Детей нет, чужбина надоела, Полевицкая жаждет вернуться на родину – её не пускают. За ней числятся грешки: работала «консультантом по русскому быту» в геббельсовских антисоветских фильмах. Об этом мне говорили сотрудники советской военной администрации в Австрии. Теперь же венские театры привлекали актрису в качестве такого же консультанта при постановке русских пьес. Но старый русский быт Полевицкая либо забыла, либо плохо знала. Я видел «Бесприданницу» в Бургтеатре: купцы ходили в каких-то немыслимых лапсердаках, слуги носили самовар краном к животу, черёмуха сильно смахивала на развесистую клюкву. Советского же быта Полевицкая, естественно, и не видела.
Старую актрису приглашали на посольские приемы, там я её впервые и увидел – крупная, респектабельная женщина с породистым лицом, вся в драгоценных или полудрагоценных камнях.

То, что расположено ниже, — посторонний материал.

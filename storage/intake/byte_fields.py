"""A block of plain lines cut into fields at once: where each field lies, its bytes as numbers, its text."""

from __future__ import annotations

from collections.abc import Sequence
from dataclasses import dataclass

import numpy as np
from numpy.typing import NDArray

Bytes = NDArray[np.uint8]
Offsets = NDArray[np.int64]
Words = NDArray[np.uint64]
_PAD = 64
_NEWLINE, _SPACE = 10, 32
_MOST_SPACES = 32
_MASKS = np.array([0, *((1 << 8 * k) - 1 for k in range(1, 8)), 2**64 - 1], np.uint64)


@dataclass(frozen=True, slots=True)
class ByteFields:
    """Where every field of a block lies: offsets and lengths of shape (columns, rows).

    `data` goes on for 64 bytes behind the last field; `words` is each eight bytes of it as one number.
    """

    data: Bytes
    words: Words
    start: Offsets
    length: Offsets

    @property
    def rows(self) -> int:
        """How many rows there are."""
        return int(self.start.shape[1])

    def word(self, column: int, part: int = 0, rows: Offsets | None = None) -> Words:
        """Eight bytes of a field of each row as one number (the first byte the lowest), those behind it cleared."""
        start, length = self._of(column, rows)
        if part:
            start, length = start + 8 * part, np.maximum(length - 8 * part, 0)
        found: Words = self.words[start] & _MASKS[np.minimum(length, 8)]
        return found

    def parts(self, column: int, rows: Offsets | None = None) -> int:
        """How many words hold the longest field of a column."""
        length = self._of(column, rows)[1]
        return (int(length.max(initial=0)) + 7) // 8

    def table(self, column: int, parts: int, rows: Offsets | None = None) -> Bytes:
        """The fields of a column as bytes, shape (rows, 8 x parts), with zeros behind each."""
        made = np.empty((self.rows if rows is None else rows.size, parts), "<u8")
        for part in range(parts):
            made[:, part] = self.word(column, part, rows)
        return made.view(np.uint8).reshape(made.shape[0], 8 * parts)

    def text(self, row: int, column: int) -> str:
        """One field's text."""
        at = int(self.start[column, row])
        return self.data[at : at + int(self.length[column, row])].tobytes().decode()

    def texts(self, column: int) -> list[str]:
        """All texts of a column."""
        whole, starts = self.data.tobytes(), self.start[column].tolist()
        return [whole[a : a + n].decode() for a, n in zip(starts, self.length[column].tolist(), strict=True)]

    def _of(self, column: int, rows: Offsets | None) -> tuple[Offsets, Offsets]:
        start, length = self.start[column], self.length[column]
        return (start, length) if rows is None else (start[rows], length[rows])


def cut_fields(data: bytes, delimiter: str, columns: int, lines: int) -> ByteFields | None:
    """Cut lines that end with LF into fields; None where it is not one plain row of `columns` fields per line.

    >>> fields = cut_fields(b"a,12\\nb,7\\n", ",", 2, 2)
    >>> fields.texts(1), fields.text(1, 0)
    (['12', '7'], 'b')
    """
    if not data or b'"' in data or b"\r" in data or not delimiter.isascii():
        return None
    padded = data + bytes(_PAD)
    raw = np.frombuffer(padded, np.uint8)
    found = np.flatnonzero((raw == ord(delimiter)) | (raw == _NEWLINE))
    if found.size != lines * columns:
        return None
    cuts = np.ascontiguousarray(found.astype(np.int64, copy=False).reshape(lines, columns).T)
    if not (raw[cuts[-1]] == _NEWLINE).all() or (raw[cuts[:-1]] == _NEWLINE).any():
        return None
    start = np.empty_like(cuts)
    start[0, 0] = 0
    start[0, 1:] = cuts[-1, :-1] + 1
    start[1:] = cuts[:-1] + 1
    start, cuts = _stripped(raw, start, cuts)
    words: Words = np.ndarray((len(padded) - 8,), "<u8", buffer=padded, strides=(1,))
    return ByteFields(raw, words, start, cuts - start)


def _stripped(raw: Bytes, start: Offsets, end: Offsets) -> tuple[Offsets, Offsets]:
    """Fields without the spaces around them, as far as there are few: a reader strips what is left."""
    for _ in range(_MOST_SPACES):
        before, behind = raw[start] == _SPACE, raw[end - 1] == _SPACE
        if not (before.any() or behind.any()):
            break
        start = start + ((start < end) & before)
        end = end - ((start < end) & behind)
    return start, end


def fields_of(rows: Sequence[Sequence[str]]) -> ByteFields:
    """Rows of cells, all of one width, as fields.

    >>> fields_of([["a", "12"], ["", "7"]]).texts(1)
    ['12', '7']
    """
    cells = [cell.encode() for row in rows for cell in row]
    data = b"".join(cells) + bytes(_PAD)
    length = np.fromiter(map(len, cells), np.int64, len(cells))
    start = np.cumsum(length) - length
    width = len(rows[0]) if rows else 0
    raw = np.frombuffer(data, np.uint8)
    words: Words = np.ndarray((len(data) - 8,), "<u8", buffer=data, strides=(1,))
    shape = (len(rows), width)
    return ByteFields(raw, words, *(np.ascontiguousarray(x.reshape(shape).T) for x in (start, length)))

Только в 1956 году ей разрешили репатриироваться. Переезд, в её возрасте, при обилии вещей, оказался нелегким. В марте 1957 года она пришла ко мне в ВОКС «излить душу».
Квартиру ей пока не дали, плакалась она, временно поселилась у племянницы, с которой до того не была знакома. Поначалу, когда заграничная тётушка раздаривала московской родне зарубежные тряпки, к ней относились любезно. Когда запасы исчерпались, дали понять, что она весьма стесняет семью. А куда деваться – квартиру не снимешь.
Полевицкая привезла из-за границы большой и ценный, по её словам, архив, свой и мужа: фотографии, письма, афиши, разные театральные документы. В тесную квартиру племянницы ящики поместить было невозможно. Кафтанов, заместитель министра культуры, разрешил на время поместить архив в каком-то министерском складе. Там его промочили дожди, многое разворовали.
С работой тоже ничего не получалось. Хотели её направить в Малый театр, но там против неё восстали знаменитые «старухи», не желавшие уступать пришелице роли, – Яблочкина, Турчанинова, Рыжова. Попыталась устроиться в другой театр – та же история: «Ведь в Москве у вас пожилых актрис гораздо больше, чем молодых». Так в театр, даже на разовые выступления, не попала.
Зачем она мне всё это рассказывала, непонятно. Если не мог ей помочь Кафтанов, тем менее мог помочь я. Просто решила поплакаться. Но при этом сохраняла гордый, аристократический тон, характер выявлялся нелёгкий. Дважды поправила моё якобы неправильное произношение каких-то слов: «Вообще русский язык в России сильно испортился».